The Introvert's Complete Guide To Making Friends Who 'Get' You

Introverts don’t need a huge social circle. We just need a few friends who understand our introversion and want to go deep.

Finding your people is hard — period. But it can feel even harder when you’re a solitude-loving introvert. You might want more friends, but where do you meet them? And how do you start a conversation with a random stranger? Plus, most nights, introverts would rather stay home and relax than go out and socialize. Even when we enjoy ourselves, people can still be draining.

It’s not that introverts dislike people. We just have limited social energy because of the way our brains are wired. In her book Introvert Power: Why Your Inner Life Is Your Hidden Strength, Laurie Helgoe compares extroverts to hotels and introverts to luxury suites: Extroverts can host a large number of guests who come and go, while for introverts, bookings are limited — and more selective.

So we’re looking for friends who really get us. The ultra-chatty extrovert who parties every weekend probably isn’t going to be our BFF. We’re looking for people who understand our introversion, who can go deep, and who move at our pace.

If you’re an introvert who struggles to build the meaningful friendships you crave (and who doesn’t?), here are nine tips.

How Introverts Can Make Friends Who Understand Them

1. Think about the people you already know.

Want to add some new faces to your inner circle? You don’t necessarily have to head to a party or networking event. Chances are, there are already people in your life you’d like to get to know better — someone interesting, someone like-minded. So start by taking inventory of your acquaintances: that new person at work, a friendly neighbor, someone in your writers’ group whose work you admire.

Identify one or two of these people to reach out to.

Which brings me to the next step…

2. Go ahead, make the first move.

Many introverts (myself included!) wait for others to come to them. Having survived our share of awkward interactions, we may worry about rejection. “What if I ask her to get coffee and she says no?” Or worse, “What if he gets to know me better and doesn’t like who I am?” The process of making new friends can fill anyone with self-doubt — even the most confident among us. And if you’re an introvert who’s experienced significant rejection (as many of us have), you might feel like giving up altogether.

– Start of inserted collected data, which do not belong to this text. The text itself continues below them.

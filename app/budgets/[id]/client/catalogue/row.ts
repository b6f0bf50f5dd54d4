/** One entry as the catalogue shows it, whatever it is of. */
export type CatalogueRow<E> = {
  readonly id: string
  readonly entry: E
  readonly title: string
  /** What decides the choice, such as '35 dB at 12.890625 GHz'. */
  readonly figure: string
  readonly facts: readonly string[]
  readonly caution: string | null
  /** It belongs to this link, by its Nyquist frequency. */
  readonly fits: boolean
  /** Null: it came with the program. */
  readonly own: { readonly personName: string; readonly mayRemove: boolean } | null
}

/** The rows in which every word of the filter occurs somewhere; what belongs to this link first. */
export function matching<E>(rows: readonly CatalogueRow<E>[], filter: string): readonly CatalogueRow<E>[] {
  const words = filter.toLowerCase().split(/\s+/).filter(Boolean)
  const found = rows.filter(({ title, figure, facts, own }) => {
    const text = [title, figure, ...facts, own?.personName ?? ''].join(' ').toLowerCase()
    return words.every((word) => text.includes(word))
  })
  return [...found.filter(({ fits }) => fits), ...found.filter(({ fits }) => !fits)]
}

/** What is said, one fact behind the other. */
export const said = (facts: readonly (string | null)[]): readonly string[] =>
  facts.filter((fact) => fact !== null && fact !== '') as readonly string[]
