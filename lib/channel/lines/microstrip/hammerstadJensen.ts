import { ETA0 } from '../../materials/constants'

/**
 * Impedance in air of a microstrip of no thickness by u = width/height: Hammerstad and Jensen, IEEE MTT-S 1980, p. 407, better
 * than 0.03 % for u up to 1000. Ω.
 */
export function thinMicrostrip(u: number): number {
  const f = 6 + (2 * Math.PI - 6) * Math.exp(-((30.666 / u) ** 0.7528))
  return (ETA0 / (2 * Math.PI)) * Math.log(f / u + Math.sqrt(1 + 4 / (u * u)))
}

/**
 * Static effective permittivity of a microstrip of no thickness (same paper): 0.2 % for εr up to 128 and u from 0.01 to 100.
 */
export function effectivePermittivity(u: number, dielectric: number): number {
  const a = 1 + Math.log((u ** 4 + (u / 52) ** 2) / (u ** 4 + 0.432)) / 49 + Math.log1p((u / 18.1) ** 3) / 18.7
  const b = 0.564 * ((dielectric - 0.9) / (dielectric + 3)) ** 0.053
  return (dielectric + 1) / 2 + ((dielectric - 1) / 2) * (1 + 10 / u) ** (-a * b)
}

/**
 * What the side walls add to u (same paper; u is width/height, and the walls count by thickness/height, not by thickness): the
 * whole in air, less above a dielectric, since the walls stand in air.
 * @param t thickness/height, may be 0
 */
export function widening(u: number, t: number, dielectric: number): number {
  if (t === 0) return 0
  const whole = (t / Math.PI) * Math.log1p((4 * Math.E * Math.tanh(Math.sqrt(6.517 * u)) ** 2) / t)
  return 0.5 * whole * (1 + 1 / Math.cosh(Math.sqrt(Math.max(0, dielectric - 1))))
}
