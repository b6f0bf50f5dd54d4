import { type KnownLine, knownLineTwoPort, matchedTwoPort } from '../../channel/lines/knownAttenuation'
import type { Findings } from '../findings'
import { DELAY_PER_LENGTH, RESISTANCE } from '../quantities'
import type { Piece, Values } from './piece'

/** What is known of a piece by its attenuation over a band; impedance, delay and length too where they were typed. */
export type Known = {
  readonly from: number
  readonly to: number
  /** dB of the whole piece. */
  readonly attenuation: (hz: Float64Array) => Float64Array
  readonly line: KnownLine | null
}

/** With impedance and delay a line that reflects, else a matched one without delay. */
export function knownPiece({ from, to, attenuation, line }: Known): Piece {
  return {
    from,
    to,
    attenuation,
    reflects: line !== null,
    twoPort: (hz, reference) =>
      line === null ? matchedTwoPort(attenuation(hz)) : knownLineTwoPort(line, attenuation(hz), hz, reference),
    uncertainty: 0,
  }
}

/**
 * The line's own impedance and delay, for its values.
 * @returns no entries where not both are typed; null after writing down what cannot be read
 */
export function ownLine(fields: Findings<'lines'>): Values | null {
  const impedance = fields.may('impedance', RESISTANCE)
  const delay = fields.may('delay', DELAY_PER_LENGTH)
  if (impedance === 'unreadable' || delay === 'unreadable') return null
  return impedance === null || delay === null ? {} : { impedance, delay }
}

/** The line that the values describe; null where they lack impedance, delay or length. */
export function lineOf({ impedance, delay, length }: Values): KnownLine | null {
  if (impedance === undefined || delay === undefined || length === undefined) return null
  return { impedance, delay, length }
}
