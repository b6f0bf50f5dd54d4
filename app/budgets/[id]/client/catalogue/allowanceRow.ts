import { type AllowanceEntry, allowanceFromCatalogue } from '../../../../../lib/budget/catalogues/allowances'
import { FREQUENCY, typedValue } from '../../../../../lib/budget/quantities'
import type { Budget } from '../../../../../lib/budget/schema'
import { holdsAt } from '../../../../../lib/channel/lines'
import { planeCodeWord } from '../../../../words/terms'
import { wordOf } from '../words/choices'
import { type CatalogueRow, said } from './row'

/** @param nyquist of the link, Hz */
export function allowanceRow(
  id: string,
  entry: AllowanceEntry,
  budget: Budget,
  nyquist: number | null,
  own: CatalogueRow<AllowanceEntry>['own'],
): CatalogueRow<AllowanceEntry> {
  const { name, limit, at, bitRate, code, confidence, status, caution } = entry
  const hz = typedValue(FREQUENCY, entry.nyquist)
  return {
    id,
    entry,
    own,
    caution,
    title: name ?? 'Allowance without a name',
    figure: said([limit ?? 'no single limit', at === null ? null : `at ${at}`]).join(' '),
    facts: said([
      planes(entry, budget),
      said([entry.body, entry.clause]).join(', '),
      said([code, bitRate]).join(' '),
      confidence && wordOf(confidence),
      status,
      entry.curve === null ? null : 'with a limit curve',
      split(entry),
    ]),
    fits: nyquist !== null && hz !== null && holdsAt(hz, nyquist),
  }
}

/** The planes of the source, and which of them this budget does not have. */
function planes(entry: AllowanceEntry, budget: Budget): string {
  const { publishedFrom, publishedTo, from, to } = allowanceFromCatalogue(entry, budget)
  if (!publishedFrom || !publishedTo) return 'planes not said'
  const words = [planeCodeWord(publishedFrom), planeCodeWord(publishedTo)] as const
  const missing = [from === null ? words[0] : null, to === null ? words[1] : null].filter((word) => word !== null)
  const lacks = missing.length === 0 ? '' : ` (${missing.join(' and ')} not in this budget)`
  return `${words[0]} to ${words[1]}${lacks}`
}

function split({ split }: AllowanceEntry): string | null {
  if (split.length === 0) return null
  const parts = split.map(({ what, loss, overlap }, i) => `${overlap ? '− ' : i > 0 ? '+ ' : ''}${what} ${loss}`)
  return `Split: ${parts.join(' ')}`
}
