import { ETA0, MU0, SPEED_OF_LIGHT } from '../../materials/constants'

/**
 * Effective permittivity of a microstrip over frequency: Kirschning and Jansen, Electronics Letters 18(6), 1982. 0.6 % for u
 * from 0.1 to 100, εr up to 20 and h/λ0 up to 0.13 (range from memory).
 * @param u width/height
 * @param height m
 * @param nominal relative permittivity that the factors are taken at: they hardly feel how it moves over frequency
 */
export function kirschningJansen(u: number, height: number, nominal: number) {
  const base = 0.27488 - 0.065683 * Math.exp(-8.7513 * u) + 0.6315 * u
  const scale = 0.33622 * (1 - Math.exp(-0.03442 * nominal))
  const high = 0.0363 * Math.exp(-4.6 * u) * (1 + 2.751 * (1 - Math.exp(-((nominal / 15.916) ** 8))))
  return (effective: number, dielectric: number, hz: number): number => {
    const fn = hz * height * 1e-6
    const width = base + (0.525 * u) / (1 + 0.0157 * fn) ** 20
    const slope = 0.1844 + high * (1 - Math.exp(-((fn / 38.7) ** 4.97)))
    const p = width * scale * (slope * fn) ** 1.5763
    return dielectric - (dielectric - effective) / (1 + p)
  }
}

/** Hz · m up to which it holds: h/λ0 = 0.13. */
export const KIRSCHNING_JANSEN_LIMIT = 0.13 * SPEED_OF_LIGHT

/**
 * The older form of the same by Hammerstad and Jensen (IEEE MTT-S 1980), less accurate above a few GHz · mm: kept as the
 * bridge to published results that were computed with it.
 * @param impedance Ω, static
 */
export function hammerstadJensenDispersion(impedance: number, height: number) {
  return (effective: number, dielectric: number, hz: number): number => {
    const g = ((Math.PI ** 2 / 12) * (dielectric - 1) * Math.sqrt((2 * Math.PI * impedance) / ETA0)) / effective
    const fp = (2 * MU0 * height * hz) / impedance
    return dielectric - (dielectric - effective) / (1 + g * fp * fp)
  }
}

/** Impedance over the static one by the effective permittivities, static and dispersed (Hammerstad and Jensen 1980). */
export function impedanceDispersion(effective: number, dispersed: number): number {
  if (effective <= 1) return 1
  return (Math.sqrt(effective / dispersed) * (dispersed - 1)) / (effective - 1)
}
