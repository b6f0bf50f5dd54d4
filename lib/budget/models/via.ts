import { padCorner } from '../../channel/pads'
import { formatQuantity, formatScaled } from '../../channel/units'
import { padExcess, secondWave, stubResonance, type Via, viaTwoPort } from '../../channel/vias'
import { LENGTH, NUMBER } from '../quantities'
import type { Model, ModelInput } from './model'
import { overPadCorner } from './pad'
import type { Piece, Values } from './piece'
import { type Bound, HIGHEST, holds } from './validity'

const unknown = Number.NaN

function padsOfOneEnd(values: Values): number {
  const { usedDepth = unknown, barrel = unknown, pad = unknown, antipad = unknown, dk = unknown } = values
  return padExcess(usedDepth, barrel, pad, antipad, dk) / 2
}

/** Common practice, no source, where nothing else is said; the rounding and plating of a board's depths may be off by 3 %. */
export const VIA_BOUNDS: readonly Bound[] = [
  { field: 'dk', what: 'effective permittivity', figure: ({ dk = unknown }) => dk, least: 2, most: 10 },
  {
    field: 'pad',
    what: 'pad diameter over that of the barrel',
    figure: ({ pad = unknown, barrel = unknown }) => pad / barrel,
    least: 1,
    most: 4,
  },
  {
    field: 'antipad',
    what: 'antipad diameter over that of the pad',
    figure: ({ antipad = unknown, pad = unknown }) => antipad / pad,
    least: 1.2,
    most: 4,
  },
  {
    // Nearer barrels than thin ones: a boundary-element solution (numpy, own) lies 5 % lower at two diameters.
    field: 'pitch',
    what: 'pitch over the diameter of the barrel',
    figure: ({ pitch = unknown, barrel = unknown }) => pitch / barrel,
    least: 2,
    most: 50,
  },
  {
    field: 'usedDepth',
    what: 'used depth and stub together over the thickness of the board',
    figure: ({ usedDepth = unknown, stub = unknown, boardThickness = unknown }) => (usedDepth + stub) / boardThickness,
    least: 0,
    most: 1.03,
  },
  {
    field: 'stub',
    what: "frequency over the stub's resonance, where it is a quarter wave long,",
    figure: ({ hz = unknown, stub = unknown, dk = unknown }) => hz / stubResonance(stub, dk),
    least: 0,
    most: 1,
  },
  {
    field: 'pad',
    what: 'frequency over that at which the pads of one end take half of the power',
    figure: (values) => overPadCorner(padsOfOneEnd(values), values),
    least: 0,
    most: 1,
  },
  {
    // Pozar, Microwave Engineering: the coaxial line's first higher mode.
    field: 'antipad',
    what: 'frequency over that at which a second wave runs along the barrel',
    figure: ({ hz = unknown, barrel = unknown, antipad = unknown, dk = unknown }) =>
      hz / secondWave(barrel, antipad, dk),
    least: 0,
    most: 1,
  },
]

/** How far this picture of a via may be off (own judgement, no source); counts where no tolerance is typed. */
const UNCERTAINTY = 0.5
/** A stub is kept to a resonance of three times the Nyquist frequency (engineering guidance, from memory). */
const RESONANCE_OVER = 3

/**
 * A pair of vias from its drawing: barrel, pads, stub, `count` of them in a row without line between. Its permittivity is the effective one
 * around the barrel. Without df it has no dielectric loss. The stub is what is left after back-drilling; the drill's tolerance makes
 * it longer or shorter from build to build.
 */
export const via: Model = (input) => {
  const { fields, line } = input
  const need = (field: 'boardThickness' | 'usedDepth' | 'stub' | 'barrel' | 'pad' | 'antipad' | 'pitch') =>
    fields.need(field, LENGTH)
  const typed = {
    boardThickness: need('boardThickness'),
    usedDepth: need('usedDepth'),
    stub: need('stub'),
    barrel: need('barrel'),
    pad: need('pad'),
    antipad: need('antipad'),
    pitch: need('pitch'),
    dk: fields.need('dk', NUMBER),
  }
  const df = fields.may('df', NUMBER)
  const drill = fields.may('drillTolerance', LENGTH)
  if (!isComplete(typed) || df === 'unreadable' || drill === 'unreadable') return null
  const values = df === null ? typed : { ...typed, df }
  if (!holds(input, VIA_BOUNDS, values)) return null
  sayResonance(input, values.stub, drill ?? 0, values.dk)
  return {
    values,
    build: (changed) => pieceOf({ df: 0, ...values, ...changed }, line.count ?? 1, input.reference),
    ...(drill === null ? {} : { varies: { stub: drill } }),
  }
}

type Numbers<T> = { readonly [K in keyof T]: number }

function isComplete<T extends Readonly<Record<string, number | null>>>(values: T): values is T & Numbers<T> {
  return Object.values(values).every((value) => value !== null)
}

function pieceOf(built: Via, count: number, reference: number | null): Piece {
  // A drill that goes through to the used layer leaves no stub, and never less than none.
  const one = { ...built, stub: Math.max(0, built.stub) }
  const wave = secondWave(one.barrel, one.antipad, one.dk)
  const lumped = reference === null ? HIGHEST : padCorner(padsOfOneEnd(one), reference)
  return {
    from: 0,
    to: Math.min(HIGHEST, stubResonance(one.stub, one.dk), wave, lumped),
    reflects: true,
    twoPort: (hz, ohms) => viaTwoPort(one, count, hz, ohms),
    attenuation: null,
    uncertainty: UNCERTAINTY,
  }
}

function sayResonance({ fields, hz }: ModelInput, stub: number, drill: number, dk: number): void {
  const resonance = stubResonance(stub + drill, dk)
  if (resonance >= RESONANCE_OVER * hz) return
  const longestStub = (resonance * (stub + drill)) / (RESONANCE_OVER * hz)
  const longest = formatQuantity(stub + drill, 'length', 'mm', 3)
  fields.say(
    'stub-resonance-near',
    'stub',
    `${fields.name}: a stub of ${longest}${drill > 0 ? ', with the tolerance of the drill,' : ''} resonates at ${formatScaled(resonance, 'frequency', 3)}, under three times ${formatScaled(hz, 'frequency')}.`,
    `Drill deeper, to a stub under ${formatQuantity(longestStub, 'length', 'mm', 2)}, or route on a lower layer.`,
  )
}
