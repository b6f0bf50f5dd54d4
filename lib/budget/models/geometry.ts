import { GEOMETRY_BOUNDS } from './geometryBounds'
import { readTrace } from './geometryFields'
import { tracePiece } from './geometryPiece'
import type { Model } from './model'
import { holds } from './validity'

/**
 * A trace computed from its cross-section. Heights, copper, Dk, Df and the foil's Rz come from the stack-up of its assembly
 * where the line names a layer of it and does not say them itself. The method of Dk and Df and the resin content are recorded
 * and shown; no number is made of them, as there is no law that would hold for more than one laminate. Holds up to where
 * the formulas and the model of the laminate do; a ratio outside them gives no number.
 */
export const geometry: Model = (input) => {
  const read = readTrace(input)
  if (read === null) return null
  const { trace, values } = read
  const bounds = GEOMETRY_BOUNDS[trace.structure]
  if (!holds(input, bounds, { ...values, anchor: trace.anchor })) return null
  return { values, build: (changed) => tracePiece(trace, changed) }
}
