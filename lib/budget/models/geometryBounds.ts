import type { Structure } from '../../channel/lines/structures'
import { BOUNDS } from '../../channel/lines/validity'
import { DEBYE_FROM, DEBYE_TO } from '../../channel/materials/widebandDebye'
import { dimensionsOf } from './geometryPiece'
import type { Values } from './piece'
import type { Bound } from './validity'

const FIELDS = {
  width: 'width',
  gap: 'gap',
  thickness: 'thickness',
  below: 'heightBelow',
  above: 'heightAbove',
  dielectric: 'dk',
} as const

/** A steeper trapezoid is no rectangle of its mean width any more: common practice, no source. */
const ETCH: Bound = {
  field: 'etch',
  what: 'width lost at the top over width at the foot',
  figure: ({ etch = 0, width = 0 }) => etch / width,
  least: 0,
  most: 0.5,
}

const ANCHOR: Bound = {
  field: 'anchor',
  what: 'frequency of Dk and Df in GHz',
  figure: ({ anchor = 0 }) => anchor / 1e9,
  least: DEBYE_FROM / 1e9,
  most: DEBYE_TO / 1e9,
}

/** Every bound of every structure, those of its formulas first. */
export const GEOMETRY_BOUNDS: Readonly<Record<Structure, readonly Bound[]>> = {
  microstrip: boundsOf('microstrip'),
  stripline: boundsOf('stripline'),
  'coupled-microstrip': boundsOf('coupled-microstrip'),
  'coupled-stripline': boundsOf('coupled-stripline'),
}

function boundsOf(structure: Structure): readonly Bound[] {
  const formulas = BOUNDS[structure].map(({ name, of, least, most, look }) => ({
    field: FIELDS[look],
    what: name,
    figure: (values: Values) => of(dimensionsOf(values), values.dk ?? 0),
    least,
    most,
  }))
  return [...formulas, ETCH, ANCHOR]
}
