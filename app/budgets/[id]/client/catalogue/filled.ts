import type { Scalar } from '../../../../../lib/budget/schema'

/** The fields that say something: a new record has every other one empty anyway. */
export function filled(fields: Readonly<Record<string, Scalar | undefined>>): Readonly<Record<string, Scalar>> {
  const said = Object.entries(fields).filter(([, value]) => value !== null && value !== undefined && value !== '')
  return Object.fromEntries(said) as Record<string, Scalar>
}
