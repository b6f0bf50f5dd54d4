import { shuntCapacitanceLoss } from '../../channel/pads/shuntCapacitance'
import { CAPACITANCE } from '../quantities'
import type { Model } from './model'

/** A pad: the capacitance of each conductor to ground, between matched lines in the budget's differential reference. */
export const pad: Model = (input) => {
  const capacitance = input.fields.need('capacitance', CAPACITANCE)
  if (input.reference === null) {
    return input.fields.say(
      'field-missing',
      'capacitance',
      `${input.fields.name}: the loss of a pad depends on the differential reference impedance, which the link does not say.`,
      "Type the link's reference impedance, such as 100 Ω.",
    )
  }
  if (capacitance === null) return null
  return { db: shuntCapacitanceLoss(capacitance, input.reference, input.hz), by: 'computed', spreadDb: 0 }
}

In college, I learned a hard lesson about waiting for people to come to me. Back home, I felt comfortable with my childhood friends — people I’d known for most of my life. But when I went away to college, I suddenly found myself in a sea of unfamiliar faces — alone and lonely. I looked around and wondered how everyone else had become friends so quickly. It felt like they were all reading from some Friendship Instruction Manual that I didn’t have.

Looking back, I realized I often don’t even think to make the first move. It just doesn’t come naturally to me as an introvert. Observation and contemplation are my sweet spots, and I’m usually content doing my own thing.

But I learned that friendships don’t usually “just happen” — unless an extrovert adopts me (and that’s not the goal here; we’re trying to make like-minded friends). If I wanted meaningful new connections in my life, I’d have to take action, even if it meant stepping outside my comfort zone now and then.

3. Give a glimpse of your inner world.

When meeting new people, you might feel like you have to appeal to everyone, like it’s your job to get every new person to like you. This is especially true for sensitive and empathetic introverts, who tend to read others well. But here’s where things can go wrong: It’s like walking up an escalator that’s moving down — a lot of effort that doesn’t actually get you where you want to go. And it’s exhausting.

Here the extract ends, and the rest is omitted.